I'm much more compassionate to people in RL now. In my job, for instance, I have to deal with a lot of requests for extensions, special considerations, applications to re-sit failed exams and assignments.
I pretty much always treated these applications with a good dose of cynicism. Polite, but suspicious of those who couldn't just power through and do the business. I would never have asked for special consideration when I was a student.
Now, I know how life can bring you to your knees and make it pretty much impossible to concentrate and get things done to a timeframe. I listen and I empathise. I understand. I'm a better person.

I want to keep you on track here so that in the future you are able to make choices regarding your sitch and more importantly your life that feel right to you.

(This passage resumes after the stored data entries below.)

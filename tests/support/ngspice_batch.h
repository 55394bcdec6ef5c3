// Runs a deck in `ngspice -b`, a child process apart from the program's own
// worker: the independent way of measuring something in a test.

#ifndef GATEDYNO_TESTS_SUPPORT_NGSPICE_BATCH_H_
#define GATEDYNO_TESTS_SUPPORT_NGSPICE_BATCH_H_

#include <map>
#include <string>
#include <string_view>

#include "harness/base/result.h"

namespace gatedyno {

// Results of .meas lines by name, in lower case.
using BatchMeasures = std::map<std::string, double>;

// `deck` is the whole text from the title line to .end; includes need absolute
// paths.  Put `.options num_threads=1` into it: the simulator's second thread
// only costs time on small circuits.  Fails with the simulator's words when it
// reports an error, when a .meas fails, or when it measures nothing; the deck
// and the log are then left under testing::TempDir() and named in the message.
Result<BatchMeasures> RunBatch(std::string_view deck);

}  // namespace gatedyno

#endif  // GATEDYNO_TESTS_SUPPORT_NGSPICE_BATCH_H_
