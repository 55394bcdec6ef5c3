// Finding an arc's hand numbers in a cell's estimate.

#ifndef GATEDYNO_TESTS_SUPPORT_FIND_ARC_H_
#define GATEDYNO_TESTS_SUPPORT_FIND_ARC_H_

#include <string>

#include <gtest/gtest.h>

#include "harness/effort/estimate.h"

namespace gatedyno {

// The first of the pin's arcs with that output edge.
inline ArcEstimate FindArc(const CellEstimate& cell,
                           const std::string& pin,
                           Edge edge,
                           const std::string& output = "y") {
  for (const ArcEstimate& found : cell.arcs) {
    if (found.arc.pin == pin && found.arc.output == output &&
        found.arc.edge == edge) {
      return found;
    }
  }
  ADD_FAILURE() << cell.cell << " has no arc " << pin << "->" << output << " "
                << EdgeName(edge);
  return {};
}

// The estimate, or a failed test and an empty one.
inline CellEstimate MustEstimate(const Cell& cell,
                                 double mu = 2.0,
                                 bool all_side_vectors = false) {
  Result<CellEstimate> estimate = EstimateCell(cell, {mu, all_side_vectors});
  if (!estimate.ok()) {
    ADD_FAILURE() << estimate.error().message;
    return {};
  }
  return *estimate;
}

}  // namespace gatedyno

#endif  // GATEDYNO_TESTS_SUPPORT_FIND_ARC_H_
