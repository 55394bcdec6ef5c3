#include "harness/record/job_json.h"

#include <stdexcept>
#include <string>

#include <fmt/format.h>

namespace gatedyno {

namespace {

// The library's own enum macro reads an unknown word as the first value: a
// reply of another build would end as measured.
template <class Enum, size_t kCount, class Name>
Enum Named(const nlohmann::json& json,
           const Enum (&values)[kCount],
           const Name& name) {
  const auto& word = json.get_ref<const std::string&>();
  for (const Enum value : values) {
    if (name(value) == word) {
      return value;
    }
  }
  throw std::invalid_argument(fmt::format("'{}' is none of its words", word));
}

}  // namespace

static void to_json(nlohmann::json& json, Edge edge) {
  json = EdgeName(edge);
}
static void from_json(const nlohmann::json& json, Edge& edge) {
  edge = Named(json, {Edge::kRise, Edge::kFall}, EdgeName);
}
static void to_json(nlohmann::json& json, Ending ending) {
  json = EndingName(ending);
}
static void from_json(const nlohmann::json& json, Ending& ending) {
  ending = Named(
      json,
      {Ending::kMeasured, Ending::kFailed, Ending::kTimedOut, Ending::kCrashed},
      EndingName);
}
NLOHMANN_DEFINE_TYPE_NON_INTRUSIVE(Crossing, net, level_v, edge, occurrence)
NLOHMANN_DEFINE_TYPE_NON_INTRUSIVE(Interval, name, from, to)
NLOHMANN_DEFINE_TYPE_NON_INTRUSIVE(SwingCheck, net, low_v, high_v)
NLOHMANN_DEFINE_TYPE_NON_INTRUSIVE(Waveform, net, time_s, voltage_v)
NLOHMANN_DEFINE_TYPE_NON_INTRUSIVE(TimedInterval, name, from_s, to_s)
NLOHMANN_DEFINE_TYPE_NON_INTRUSIVE(Waves, waveforms, intervals)
NLOHMANN_DEFINE_TYPE_NON_INTRUSIVE(
    Job, key, label, deck, settings, intervals, swings, stop_s, time_limit_s)
NLOHMANN_DEFINE_TYPE_NON_INTRUSIVE(
    Outcome, ending, values_s, message, simulator_s, rung)

namespace {

// Fields that are there only for who asks for waves.
constexpr const char* kWantsWaves = "wants_waves";
constexpr const char* kWaves = "waves";

// A missing, mistyped or unknown field is reported by exception only.
template <class T, class Rest>
Result<T> Read(const nlohmann::json& json, const char* what, const Rest& rest) {
  try {
    T read = json.get<T>();
    rest(read);
    return read;
  } catch (const std::exception& thrown) {
    return Internal(fmt::format("not a {}: {}", what, thrown.what()));
  }
}

}  // namespace

nlohmann::json JobToJson(const Job& job) {
  nlohmann::json json = job;
  if (job.wants_waves) {
    json[kWantsWaves] = true;
  }
  return json;
}

Result<Job> JobFromJson(const nlohmann::json& json) {
  return Read<Job>(json, "job", [&json](Job& job) {
    job.wants_waves = json.value(kWantsWaves, false);
  });
}

nlohmann::json OutcomeToJson(const Outcome& outcome) {
  nlohmann::json json = outcome;
  if (outcome.waves) {
    json[kWaves] = *outcome.waves;
  }
  return json;
}

Result<Outcome> OutcomeFromJson(const nlohmann::json& json) {
  return Read<Outcome>(json, "job's outcome", [&json](Outcome& outcome) {
    if (json.contains(kWaves)) {
      outcome.waves = json.at(kWaves).get<Waves>();
    }
  });
}

}  // namespace gatedyno
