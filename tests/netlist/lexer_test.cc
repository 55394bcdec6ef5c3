#include "harness/netlist/lexer.h"

#include <string>
#include <vector>

#include <gtest/gtest.h>

namespace gatedyno {
namespace {

using Texts = std::vector<std::string>;

TEST(Lexer, SplitsWords) {
  const struct {
    std::string text;
    Texts tokens;
  } table[] = {
      {"m1 y a", {"m1", "y", "a"}},
      {"\tm1\t y ", {"m1", "y"}},
      {"w=1u l =2u m= 3", {"w", "=", "1u", "l", "=", "2u", "m", "=", "3"}},
      {"w={a + b} l='c * d'", {"w", "=", "{a + b}", "l", "=", "'c * d'"}},
      {"w=2*wn", {"w", "=", "2*wn"}},
      {"w=max(wn, 2) l=1", {"w", "=", "max(wn, 2)", "l", "=", "1"}},
      {"w=(1 + (2 + 3)) l=1", {"w", "=", "(1 + (2 + 3))", "l", "=", "1"}},
      {"q<0> n[1] x1/n2 a.b $3", {"q<0>", "n[1]", "x1/n2", "a.b", "$3"}},
      {"a{b}", {"a", "{b}"}},
  };
  for (const auto& row : table) {
    const LogicalLine line{row.text, {{0, 1}}};
    const Parsed<std::vector<Token>> tokens = Tokenize(line);
    ASSERT_TRUE(tokens.ok()) << tokens.error().message;
    Texts texts;
    for (const Token& token : *tokens) {
      texts.emplace_back(token.text);
      EXPECT_EQ(line.text.substr(token.offset, token.text.size()), token.text);
    }
    EXPECT_EQ(texts, row.tokens) << row.text;
  }
}

TEST(Lexer, NamesBytesThatAreNoText) {
  const LogicalLine line{"m1 \xC3\xA9", {{0, 1}}};
  const Parsed<std::vector<Token>> tokens = Tokenize(line);
  ASSERT_FALSE(tokens.ok());
  EXPECT_EQ(tokens.error().message, "unexpected byte 0xc3");
  EXPECT_EQ(tokens.error().position.column, 4);
}

}  // namespace
}  // namespace gatedyno
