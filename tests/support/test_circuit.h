// Circuits for the tests of what draws them.
//
//   const Circuit inverter = CircuitBuilder()
//                                .P("mp", "y", "a", "vdd")
//                                .N("mn", "y", "a", "vss")
//                                .Stage({"y"});
//
// Supplies are called vdd and vss; widths are 360 nm (P) and 180 nm (N),
// lengths 45 nm.

#ifndef GATEDYNO_TESTS_SUPPORT_TEST_CIRCUIT_H_
#define GATEDYNO_TESTS_SUPPORT_TEST_CIRCUIT_H_

#include <string>
#include <vector>

#include "harness/record/circuit.h"

namespace gatedyno {

class CircuitBuilder {
 public:
  CircuitBuilder& P(const std::string& name,
                    const std::string& drain,
                    const std::string& gate,
                    const std::string& source) {
    circuit_.devices.push_back(
        {name, true, gate, drain, source, 360e-9, 45e-9});
    return *this;
  }
  CircuitBuilder& N(const std::string& name,
                    const std::string& drain,
                    const std::string& gate,
                    const std::string& source) {
    circuit_.devices.push_back(
        {name, false, gate, drain, source, 180e-9, 45e-9});
    return *this;
  }
  // All devices since the last stage.
  CircuitBuilder& Stage(const std::vector<std::string>& outputs) {
    CircuitStage stage{outputs, {}};
    while (next_ < circuit_.devices.size()) {
      stage.devices.push_back(next_++);
    }
    circuit_.stages.push_back(stage);
    return *this;
  }
  operator Circuit() const {  // NOLINT: that is what it is for.
    Circuit circuit = circuit_;
    circuit.power = "vdd";
    circuit.ground = "vss";
    return circuit;
  }

 private:
  Circuit circuit_;
  size_t next_ = 0;
};

inline Circuit Nand2Circuit() {
  return CircuitBuilder()
      .P("mp_a", "y", "a", "vdd")
      .P("mp_b", "y", "b", "vdd")
      .N("mn_a", "y", "a", "n1")
      .N("mn_b", "n1", "b", "vss")
      .Stage({"y"});
}

// Of all four ways from the output to ground, two go through mn_x, which
// conducts in both directions; and the same in the pull-up.
inline Circuit BridgeCircuit() {
  return CircuitBuilder()
      .P("mp_a", "p1", "a", "vdd")
      .P("mp_b", "p2", "b", "vdd")
      .P("mp_x", "p1", "x", "p2")
      .P("mp_c", "y", "c", "p1")
      .P("mp_d", "y", "d", "p2")
      .N("mn_a", "y", "a", "n1")
      .N("mn_b", "y", "b", "n2")
      .N("mn_x", "n2", "x", "n1")
      .N("mn_c", "n1", "c", "vss")
      .N("mn_d", "n2", "d", "vss")
      .N("mn_e", "y", "e", "vss")
      .Stage({"y"});
}

}  // namespace gatedyno

#endif  // GATEDYNO_TESTS_SUPPORT_TEST_CIRCUIT_H_
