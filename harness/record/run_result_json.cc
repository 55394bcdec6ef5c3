#include "harness/record/run_result_json.h"

#include "harness/record/comparison_json.h"

namespace gatedyno {
namespace {

using nlohmann::json;

json FactsToJson(const RunFacts& facts) {
  return {{"title", facts.title},
          {"node", facts.node},
          {"node_title", facts.node_title},
          {"drive", DriveName(facts.drive)},
          {"fanouts", facts.fanouts},
          {"tolerances",
           {{"effort", facts.tolerance.effort},
            {"parasitic", facts.tolerance.parasitic}}},
          {"program", facts.program},
          {"simulator", facts.simulator},
          {"started", facts.started}};
}

json CellToJson(const CellSummary& cell) {
  return {{"name", cell.name},
          {"functions", cell.functions},
          {"stages", cell.stages},
          {"tallest_pull_down", cell.tallest_pull_down},
          {"tallest_pull_up", cell.tallest_pull_up}};
}

json FailedJobToJson(const FailedJob& job) {
  return {{"key", job.key}, {"label", job.label}, {"message", job.message}};
}

json CountsToJson(const JobCounts& jobs) {
  return {{"wanted", jobs.wanted},
          {"reused", jobs.reused},
          {"simulated", jobs.simulated},
          {"failed", jobs.failed}};
}

template <class T>
json ListToJson(const std::vector<T>& items, json (*to_json)(const T&)) {
  json list = json::array();
  for (const T& item : items) {
    list.push_back(to_json(item));
  }
  return list;
}

}  // namespace

json RunResultToJson(const RunResult& result) {
  return {{"format", "gatedyno-result/1"},
          {"facts", FactsToJson(result.facts)},
          {"cells", ListToJson(result.cells, &CellToJson)},
          {"calibrations", ListToJson(result.calibrations, &CalibrationToJson)},
          {"comparisons", ListToJson(result.comparisons, &ComparisonToJson)},
          {"failed_jobs", ListToJson(result.failed_jobs, &FailedJobToJson)},
          {"warnings", result.warnings},
          {"jobs", CountsToJson(result.jobs)}};
}

}  // namespace gatedyno
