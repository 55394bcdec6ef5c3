#include "harness/netlist/expression.h"

#include <map>
#include <string>
#include <vector>

#include <fmt/format.h>
#include <gtest/gtest.h>

namespace gatedyno {
namespace {

// wn is 3, wp is 6; nothing else is known.
class TwoParameters : public ParameterSource {
 public:
  Parsed<double> Find(const std::string& name,
                      SourcePosition position) override {
    if (name == "wn") {
      return 3.0;
    }
    if (name == "wp") {
      return 6.0;
    }
    return Complain(position, "unknown " + name);
  }
};

// The text stands in line 1 from column 1 on.
Parsed<double> ValueOf(const std::string& text) {
  const LogicalLine line{text, {{0, 1}}};
  const Parsed<Expression> expression = ParseExpression(line, 0, line.text);
  if (!expression.ok()) {
    return Forward(expression);
  }
  TwoParameters parameters;
  return Evaluate(*expression, parameters);
}

TEST(Expression, Evaluates) {
  const struct {
    std::string text;
    double value;
  } table[] = {
      {"2", 2},
      {"1.5k", 1500},
      {".5", 0.5},
      {"5.", 5},
      {"1e-9", 1e-9},
      {"1E+3", 1000},
      {"2e3", 2000},
      {"10um", 10e-6},
      {"1MEG", 1e6},
      {"1M", 1e-3},
      {"1mil", 25.4e-6},
      {"wn", 3},
      {"WP", 6},
      {" 2 * wn ", 6},
      {"wn+wp*2", 15},
      {"(wn+wp)*2", 18},
      {"wp/wn/2", 1},
      {"2-3-4", -5},
      {"-wn", -3},
      {"--wn", 3},
      {"+wn", 3},
      {"2*-wn", -6},
      {"2--3", 5},
      {"2**3", 8},
      // Both from ngspice 39.3, tried: the sign is applied last.
      {"-2**2", -4},
      {"2**-1", 0.5},
      {"2** +2", 4},
      {"(-2)**2", 4},
      {"(2**3)**2", 64},
      {"min(wn,wp)", 3},
      {"max(wn, wp)", 6},
      {"MIN(4, 2, 3)", 2},
      {"max(1,2,3,4)", 4},
      {"abs(wn-wp)", 3},
      {"sqrt(wn*3)", 3},
      {"max(min(wn,2), 1) + sqrt(abs(-16))", 6},
      {"((((wn))))", 3},
  };
  for (const auto& row : table) {
    const Parsed<double> value = ValueOf(row.text);
    ASSERT_TRUE(value.ok()) << row.text << ": " << value.error().message;
    EXPECT_DOUBLE_EQ(*value, row.value) << row.text;
  }
}

TEST(Expression, Complains) {
  const struct {
    std::string text;
    int column;
    std::string message;
  } table[] = {
      {"", 1, "expected a number, a parameter or '('"},
      {"2*", 3, "expected a number, a parameter or '('"},
      {"2*)", 3, "expected a number, a parameter or '(', got ')'"},
      {"2 3", 3, "expected an operator, got '3'"},
      {"wn%2", 3, "expected an operator, got '%'"},
      {"2^3", 2, "expected an operator, got '^'"},
      {"(2", 1, "no ')' for this '('"},
      {"2)", 2, "expected an operator, got ')'"},
      {"2x", 1, "expected a number, got '2x'"},
      {"3*2.5e", 3, "expected a number, got '2.5e'"},
      {"1.2.3", 1, "expected a number, got '1.2.3'"},
      {".", 1, "expected a number, got '.'"},
      {"1e400", 1, "expected a number, got '1e400': too large or too small"},
      {"2*wx", 3, "unknown wx"},
      {"ln(2)", 1, "unknown function 'ln': known are abs, max, min, sqrt"},
      {"min(2)", 1, "min takes two arguments or more"},
      {"sqrt(2,3)", 7, "expected ')' after the argument of sqrt"},
      {"abs()", 5, "expected a number, a parameter or '(', got ')'"},
      {"max(1,2", 8, "expected ')' after the argument of max"},
      {"2**3**2", 5, "dialects read a**b**c in two ways: put parentheses"},
      {"wn/(wp-6)", 3, "division by zero"},
      {"sqrt(wn-wp)", 1, "the square root of -3"},
      {"1e300*1e300", 6, "the result is not a finite number"},
      {"(0-8)**0.5", 6, "the result is not a finite number"},
      {"1.5{", 4, "expected an operator, got '{'"},
  };
  for (const auto& row : table) {
    const Parsed<double> value = ValueOf(row.text);
    ASSERT_FALSE(value.ok()) << row.text << " = " << *value;
    EXPECT_EQ(value.error().message, row.message) << row.text;
    EXPECT_EQ(value.error().position.line, 1) << row.text;
    EXPECT_EQ(value.error().position.column, row.column) << row.text;
  }
}

TEST(Expression, LimitsItsDepth) {
  const std::string open(40, '(');
  const std::string close(40, ')');
  EXPECT_TRUE(ValueOf(open + "1" + close).ok());
  for (const std::string& hostile : {std::string(100'000, '('),
                                     std::string(100'000, '-') + "1",
                                     "2" + fmt::format("{:*>100000}", "2")}) {
    EXPECT_FALSE(ValueOf(hostile).ok());
  }
  const Parsed<double> deep = ValueOf(std::string(100, '(') + "1");
  ASSERT_FALSE(deep.ok());
  EXPECT_EQ(deep.error().message, "an expression more than 64 levels deep");
}

TEST(Expression, TakesLongChainsWithoutRecursion) {
  std::string sum = "1";
  for (int i = 1; i < 100'000; ++i) {
    sum += "+1";
  }
  const Parsed<double> value = ValueOf(sum);
  ASSERT_TRUE(value.ok());
  EXPECT_EQ(*value, 100'000.0);
}

}  // namespace
}  // namespace gatedyno
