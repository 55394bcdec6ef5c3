// A corner: process, voltage and temperature.

#ifndef GATEDYNO_RECORD_CORNER_H_
#define GATEDYNO_RECORD_CORNER_H_

#include <string>

namespace gatedyno {

struct Corner {
  std::string name;
  std::string process;  // Names one of the node's processes.
  double supply_v = 0.0;
  double temperature_c = 25.0;
};

}  // namespace gatedyno

#endif  // GATEDYNO_RECORD_CORNER_H_
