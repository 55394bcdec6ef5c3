#!/usr/bin/env bash
# A Slurm of one script, for tests without a cluster: called as scontrol, sbatch,
# squeue or scancel.  Its state is the folder $FAKE_SLURM:
#   max-array          MaxArraySize
#   last               number of the last array
#   queue/NAME.I.N     task I of array N, which is called NAME: its process
#   lies/LIE           how often it will tell that lie
# Tasks run at once, all of them.
set -u
state=$FAKE_SLURM
mkdir -p "$state/queue" "$state/lies"

# lie NAME: whether to tell it, once less from now on.
lie() {
  local left
  left=$(cat "$state/lies/$1" 2>/dev/null) || return 1
  [ "$left" -gt 0 ] || return 1
  echo $((left - 1)) >"$state/lies/$1"
}

# alive ENTRY
alive() {
  sed 's/.*) //' "/proc/$(cat "$1")/stat" 2>/dev/null | grep -qv '^Z'
}

# end ENTRY
end() {
  [ "$(cat "$1")" = held ] && { rm -f "$1"; return; }
  alive "$1" && kill -TERM "$(cat "$1")" 2>/dev/null
}

submit() {
  local argument name='' indices='' log='' command='' number range i entry
  for argument in "$@"; do
    case $argument in
      --job-name=*) name=${argument#*=} ;;
      --array=*) indices=${argument#*=} ;;
      --output=*) log=${argument#*=} ;;
      --wrap=*) command=${argument#*=} ;;
    esac
  done
  number=$(($(cat "$state/last" 2>/dev/null || echo 0) + 1))
  echo "$number" >"$state/last"
  printf '%s\n' "$@" >"$state/arguments-$number"
  for range in ${indices//,/ }; do
    for ((i = ${range%-*}; i <= ${range#*-}; i++)); do
      entry=$state/queue/$name.$i.$number
      if lie held; then
        echo held >"$entry"
        continue
      fi
      SLURM_ARRAY_TASK_ID=$i bash -c "$command" </dev/null \
        >>"$(sed "s/%a/$i/; s/%A/$number/" <<<"$log")" 2>&1 &
      echo $! >"$entry"
    done
  done
  if lie other-words; then echo "all is well"; else echo "$number;farm"; fi
}

show() {
  local names entry name index number
  names=$(sed -n 's/^--name=//p' < <(printf '%s\n' "$@"))
  for entry in "$state"/queue/*; do
    IFS=. read -r name index number <<<"$(basename "$entry")"
    [[ ,$names, == *",$name,"* ]] || continue
    if [ "$(cat "$entry")" = held ]; then
      echo "$name|$index|$number|launch failed requeued held"
    elif alive "$entry" || [ -e "$state/lies/never-ends" ]; then
      echo "$name|$index|$number|None"
    fi
  done
}

case $(basename "$0") in
  scontrol)
    echo "MaxArraySize            = $(cat "$state/max-array" 2>/dev/null ||
      echo 1001)"
    ;;
  sbatch)
    lie sbatch-hangs && exec sleep 30
    if lie sbatch-refuses; then
      echo "sbatch: error: invalid partition specified: fast" >&2
      exit 1
    fi
    submit "$@"
    ;;
  squeue)
    if lie squeue-fails; then
      echo "slurm_load_jobs error: Unable to contact slurm controller" >&2
      exit 1
    fi
    lie forgets || show "$@"
    ;;
  scancel)
    case $1 in
      --name=*) pattern="${1#*=}.*.*" ;;
      *) pattern="*.${1#*_}.${1%_*}" ;;
    esac
    # shellcheck disable=SC2231
    for entry in "$state"/queue/$pattern; do
      [ -e "$entry" ] && end "$entry"
    done
    exit 0
    ;;
esac
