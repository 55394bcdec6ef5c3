// Comparisons and calibrations as JSON: what the store keeps of a finished run
// and what the JSON report is made of.
//
// Field names are the structs' own, units included: {"slope_s": 1.5e-12}.  A
// number with uncertainty is {"value": 1.11, "u": 0.01}; an unknown
// uncertainty, an unmeasured line and a number that is not finite are null.
// Edges and verdicts are their names.

#ifndef GATEDYNO_RECORD_COMPARISON_JSON_H_
#define GATEDYNO_RECORD_COMPARISON_JSON_H_

#include <nlohmann/json.hpp>

#include "harness/base/result.h"
#include "harness/record/comparison.h"

namespace gatedyno {

nlohmann::json ComparisonToJson(const Comparison& comparison);
// A number that is null comes back as NaN.  Fails with kInternal on a missing
// or mistyped field and on an unknown name; fields it does not know pass.
Result<Comparison> ComparisonFromJson(const nlohmann::json& json);

nlohmann::json CalibrationToJson(const Calibration& calibration);
Result<Calibration> CalibrationFromJson(const nlohmann::json& json);

}  // namespace gatedyno

#endif  // GATEDYNO_RECORD_COMPARISON_JSON_H_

Great, thanks - just what I need at the moment (getting a bit lost in the cross-fire of the debate on my thread).


So, let’s get back to the goals.

How are they coming?


Ok, my biggest one is to get the constant focus off my H and onto me. This will be easier when he's away for 3 weeks soon.

Goal of moving on will be tested a bit today. H's family is holding a birthday lunch for his aunt and H told me i should go and take the kids. He will not attend.

At first i thought this was a terrible bind - seems like I am insisting on going and making it hard for H to attend his own family gathering. But then I just thought that I'd do what I wanted to do without worrying about him. So when MIL asked if I was coming, I said yes.
It'll be awkward because it's the first time I've seen BIL's family since BD 12 months ago.
But hey ho, I have to move on and live my life without second-guessing H's position.